- EXERCISE BRIEF
Your answer should consist of every line from the records that holds the string "seed".

☆ ☆ ☆

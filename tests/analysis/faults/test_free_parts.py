"""Which links stay free under the drives, and what single drive would settle them; checked by driving it."""

from __future__ import annotations

from dataclasses import replace

import pytest

from dxfcheck.analysis import analyse
from dxfcheck.analysis.results import FreePart
from dxfcheck.linkage import Drive, Linkage
from tests.analysis.lattices import scissor_lattice
from tests.analysis.random_models import random_model
from tests.examples import FOUR_BAR, FOUR_BAR_POINTS
from tests.model import Other, linkage

FIVE_BAR_POINTS = {"A": 0j, "B": 20 + 70j, "C": 80 + 120j, "D": 140 + 60j, "E": 110 + 0j}
FIVE_BAR = {"A": "ground a", "B": "a b", "C": "b c", "D": "c d", "E": "ground d"}


def test_undriven_four_bar_is_settled_by_any_link_the_cranks_first() -> None:
    assert analyse(linkage(FOUR_BAR_POINTS, FOUR_BAR)).free_parts == (FreePart((1, 2, 3), 1, (1, 3, 2), ()),)


def test_five_bar_with_one_crank_driven() -> None:
    assert analyse(linkage(FIVE_BAR_POINTS, FIVE_BAR, turn={"a": 1.0})).free_parts == (
        FreePart((2, 3, 4), 1, (4, 2, 3), ()),
    )


def test_no_single_drive_settles_two_freedoms() -> None:
    assert analyse(linkage(FIVE_BAR_POINTS, FIVE_BAR)).free_parts == (FreePart((1, 2, 3, 4), 2, (), ()),)


def test_two_cranks_on_one_frame_are_two_parts() -> None:
    points = {"A": 0j, "B": 20 + 5j, "C": 100 + 0j, "D": 120 + 5j}
    model = linkage(points, {"A": "ground a", "C": "ground c"}, tracing={"B": "a", "D": "c"})
    assert analyse(model).free_parts == (FreePart((1,), 1, (1,), ()), FreePart((2,), 1, (2,), ()))


def test_slide_on_the_frame_may_be_driven() -> None:
    slide: list[Other] = [("slide", 150 + 0j, "ground", "block", 1 + 0j)]
    pins = {"O": "ground crank", "B": "crank rod", "P": "rod block"}
    model = linkage({"O": 0j, "B": 30 + 40j, "P": 150 + 0j}, pins, others=slide)
    assert analyse(model).free_parts == (FreePart((1, 2, 3), 1, (1, 2), (3,)),)


def test_link_at_its_dead_centre_is_not_offered() -> None:
    points = {"A": 0j, "B": 20 + 35j, "C": 100 + 60j, "D": 164 + 80j}
    (part,) = analyse(linkage(points, FOUR_BAR, turn={"crank": 1.0})).free_parts
    assert (part.links, part.turns) == ((2, 3), (3, 2))


def test_what_stands_above_a_cell_without_its_pin() -> None:
    (part,) = analyse(scissor_lattice(200, unpinned=(60,))).free_parts
    assert part.links == tuple(range(121, 201))
    assert part.freedoms == 2


def test_freedoms_of_many_cells_without_their_pins_add_up() -> None:
    result = analyse(scissor_lattice(400, unpinned=range(5, 200, 10)))
    (part,) = result.free_parts
    assert part.freedoms == result.mobility.at_pose - 1
    assert part.links == tuple(range(11, 401))


@pytest.mark.parametrize("seed", range(200, 260))
def test_a_drive_that_is_offered_settles_its_part_and_the_freedoms_add_up(seed: int) -> None:
    model = random_model(seed, 12)
    result = analyse(model)
    taken = sum(drive.outcome == "taken" for drive in result.drives)
    assert {link for part in result.free_parts for link in part.links} == {
        number for number, link in enumerate(result.links) if not link.determined
    }
    assert sum(part.freedoms for part in result.free_parts) >= result.mobility.at_pose - taken
    for part in result.free_parts:
        for link in part.turns:
            assert settles(model, Drive(link=link, against=0, rate=1.0), part)


def settles(model: Linkage, drive: Drive, part: FreePart) -> bool:
    result = analyse(replace(model, drives=(*model.drives, drive)))
    return result.drives[-1].outcome == "taken" and all(result.links[link].determined for link in part.links)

☆ ☆ ☆

- SOLUTION FOR THIS TASK
@pytest.mark.parametrize("seed", range(200, 260))
def test_a_drive_that_is_offered_settles_its_part_and_the_freedoms_add_up(seed: int) -> None:
    model = random_model(seed, 12)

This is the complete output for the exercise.